I read this on a spead repetition program. It says:
It is windy today - c'est venteux aujourd'hui
Is this correct? Why does it use c'est insted of Il fait here?
Please take a look at my answer to a similar question regarding the adjective 'venteux' -
Bonne Continuation !
"ATTENTION:You cannot say C'est chaud about the weather, but you can about something you touch or taste (like a cup of tea)."
I copied and pasted the above directly from the lesson that you quoted.
Given that your query is about a weather event (windy) then it looks to me that the lesson has covered the answer for you.
Why does Cécile's linked answer approve of "Il fait du vent," when this lesson frowns upon that formulation for soleil? Is it a difference of opinion between staff, or is there a common-usage difference between the two nouns?

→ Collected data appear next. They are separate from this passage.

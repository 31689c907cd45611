"""Is this a corner that can be built? What can't be is refused here; what is only odd is a remark (``model.remarks``)."""

from __future__ import annotations

from dataclasses import dataclass
from itertools import combinations

import numpy as np

from toewright.core.types import FloatArray
from toewright.model.axle import Axle, Corner
from toewright.model.errors import InputError
from toewright.model.frames import AXIS_SIGNS, MM_PER, from_iso

COINCIDENT = 0.01
"""Two joints nearer than this (mm) are one point."""

LEAST_LEVER = 1.0
"""A joint nearer than this (mm) to the axis it should turn about gives no lever; a rod that passes it so near has none either."""

LEAST_RISE = 0.2
"""A steering axis that rises by less than this share of its length lies rather than stands."""

SMALLEST_SPREAD, LARGEST_SPREAD = 60.0, 4000.0
"""Extent of a corner's points (mm): a model car's and a heavy lorry's corner lie inside."""

LENGTHS = {
    "wheel.loaded_radius": (20.0, 1500.0),
    "wheel.tyre_width": (5.0, 1500.0),
    "wheel.rim_diameter": (20.0, 2000.0),
    "wheel.rim_width": (5.0, 1500.0),
    "vehicle.wheelbase": (100.0, 20000.0),
    "vehicle.cg_height": (5.0, 5000.0),
    "vehicle.front_overhang": (5.0, 10000.0),
    "vehicle.body_width": (50.0, 5000.0),
    "rack.stroke": (0.5, 1000.0),
    "rack.travel_per_turn": (0.5, 5000.0),
}
"""Smallest and largest (mm) that any car has, from a model car to a heavy lorry."""


@dataclass(frozen=True)
class FileFrame:
    """A file's name, axes and length unit: messages speak of its own numbers."""

    file: str
    axes: str
    unit: str

    def shown(self, point: FloatArray) -> str:
        """A point (3,) mm as it stands in the file."""
        return "[" + ", ".join(f"{v + 0.0:.6g}" for v in from_iso(point, self.axes, self.unit)) + "]"

    def left_is(self) -> str:
        """Sign of y on the left."""
        return "y > 0" if AXIS_SIGNS[self.axes][1] > 0 else "y < 0"

    def right_is(self) -> str:
        """Sign of y on the right."""
        return "y < 0" if AXIS_SIGNS[self.axes][1] > 0 else "y > 0"


def distance_to_axis(point: FloatArray, first: FloatArray, second: FloatArray) -> float:
    """Distance (mm) of a point (3,) from the line through two others."""
    direction = (second - first) / np.linalg.norm(second - first)
    return float(np.linalg.norm(np.cross(direction, point - first)))


def check_corner(corner: Corner, frame: FileFrame) -> None:
    """Refuse a corner that the solver could not mean anything with.

    Raises:
        InputError: coincident points (so links and axes without length), points on the wrong side, a joint without a lever about
            the axis it should turn about, a steering axis that does not stand up.
    """
    _check_distances(corner, frame)
    _check_side(corner, frame)
    _check_arms(corner, frame)
    _check_steering(corner, frame)


def _key(corner: Corner, name: str) -> str:
    return f"{corner.side}.points.{name}"


def _check_distances(corner: Corner, frame: FileFrame) -> None:
    points = corner.points
    for first, second in combinations(points, 2):
        distance = float(np.linalg.norm(points[first] - points[second]))
        if distance < COINCIDENT:
            raise InputError(
                f"{frame.file}: {_key(corner, first)} = {frame.shown(points[first])} and {second} coincide ({distance:.2g} mm apart), "
                f"{_without(first, second)}; correct one of them"
            )


def _without(first: str, second: str) -> str:
    """What has no length when two points coincide."""
    pair = {first, second}
    if pair == {"tie_rod_inner", "tie_rod_outer"}:
        return "so the tie rod has no length"
    if pair == {"strut_top_mount", "strut_axis_point"}:
        return "so the strut has no direction"
    if all("pivot" in name for name in pair) and first.split("_")[0] == second.split("_")[0]:
        return f"so the {first.split('_')[0]} arm has no pivot axis"
    return "but they are two joints"


def _check_side(corner: Corner, frame: FileFrame) -> None:
    for name, point in corner.points.items():
        wrong = point[1] * corner.sign < (LEAST_LEVER if name == "wheel_centre" else 0.0)
        if name != "tie_rod_inner" and wrong:
            is_there = frame.left_is() if corner.side == "left" else frame.right_is()
            raise InputError(
                f"{frame.file}: {_key(corner, name)} = {frame.shown(point)}: is not on the {corner.side} side, where {is_there} "
                f"({frame.axes}); change the sign of y, or put the point under the other side"
            )


def _check_arms(corner: Corner, frame: FileFrame) -> None:
    points = corner.points
    for arm in ("upper", "lower"):
        if f"{arm}_ball_joint" not in points:
            continue
        front, rear, ball = (points[f"{arm}_{part}"] for part in ("pivot_front", "pivot_rear", "ball_joint"))
        if distance_to_axis(ball, front, rear) < LEAST_LEVER:
            raise InputError(
                f"{frame.file}: {_key(corner, f'{arm}_ball_joint')} = {frame.shown(ball)}: lies on the axis of {arm}_pivot_front and "
                f"{arm}_pivot_rear, so the {arm} arm has no length; correct one of the three"
            )


def _check_steering(corner: Corner, frame: FileFrame) -> None:
    points = corner.points
    lower = points["lower_ball_joint"]
    top_name = "upper_ball_joint" if corner.kind == "double-wishbone" else "strut_top_mount"
    top = points[top_name]
    rise = float(top[2] - lower[2])
    if rise < LEAST_RISE * float(np.linalg.norm(top - lower)):
        where = f"only {rise:.4g} mm above" if rise >= 0.0 else f"{-rise:.4g} mm below"
        raise InputError(
            f"{frame.file}: {_key(corner, top_name)} = {frame.shown(top)}: is {where} lower_ball_joint, so the steering axis does not "
            "stand up; correct the z of one, or exchange them"
        )
    outer, inner = points["tie_rod_outer"], points["tie_rod_inner"]
    if distance_to_axis(outer, lower, top) < LEAST_LEVER:
        raise InputError(
            f"{frame.file}: {_key(corner, 'tie_rod_outer')} = {frame.shown(outer)}: lies on the steering axis (lower_ball_joint to "
            f"{top_name}), so the tie rod can't steer; move it off that line"
        )
    axis = (top - lower) / np.linalg.norm(top - lower)
    rod = (outer - inner) / np.linalg.norm(outer - inner)
    if abs(float(np.dot(rod, np.cross(axis, outer - lower)))) < LEAST_LEVER:
        raise InputError(
            f"{frame.file}: {_key(corner, 'tie_rod_inner')} = {frame.shown(inner)}: the tie rod points at the steering axis, so the "
            "linkage is locked where it stands; correct tie_rod_inner or tie_rod_outer"
        )


def check_size(axle: Axle, frame: FileFrame) -> None:
    """Refuse numbers of the wrong order of magnitude, first those that another unit would explain.

    Raises:
        InputError: where the points or a length are no car's.
    """
    for corner in (axle.left, axle.right):
        spread = float(np.max(np.ptp(np.array(list(corner.points.values())), axis=0)))
        if not SMALLEST_SPREAD <= spread <= LARGEST_SPREAD:
            raise InputError(
                f'{frame.file}: length_unit = "{frame.unit}": the points of the {corner.side} corner span {spread:.6g} mm, which no car '
                f"has; {_unit_guess(spread, frame.unit, 150.0, 2500.0)}"
            )
    for key, (low, high) in LENGTHS.items():
        table, name = key.split(".")
        value = getattr(getattr(axle, table), name, None)
        if value is not None and not low <= value <= high:
            raw = value / MM_PER[frame.unit]
            raise InputError(
                f'{frame.file}: {key} = {raw:.6g}: is {value:.6g} mm with length_unit = "{frame.unit}", which no car has; '
                f"{_unit_guess(value, frame.unit, low, high, 'this looks like')}"
            )


def _unit_guess(size: float, unit: str, low: float, high: float, words: str = "they look like") -> str:
    raw = size / MM_PER[unit]
    fits = [name for name, factor in MM_PER.items() if name != unit and low <= raw * factor <= high]
    if words.startswith("they"):
        if len(fits) == 1:
            return f'{words} {fits[0]}: set length_unit = "{fits[0]}"'
        return "correct the points or length_unit"
    return f"{words} {' or '.join(fits)}: write it in {unit}" if fits else "correct it"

The expression 'il fait du vent' is correct for 'it's windy'.
The only contention was about 'il fait (du) soleil' in the lesson which you will hear used but considered not very good French, preferring the expression 'il fait beau'.
Cécile, that it was just about "soleil" is not actually what the lesson says, which is "Il fait should always be followed by an adjective, and il y a by a noun" (which I have found repeated elsewhere). And the link you provided does not appear to be any kind of authoritative source on the matter, just random people translating a French phrase--as already written--into English (not the reverse), without addressing any of these points or whether it should have been that way in French in the first place.
We have added 'il fait du vent' to the exceptions. Thank you for pointing this out.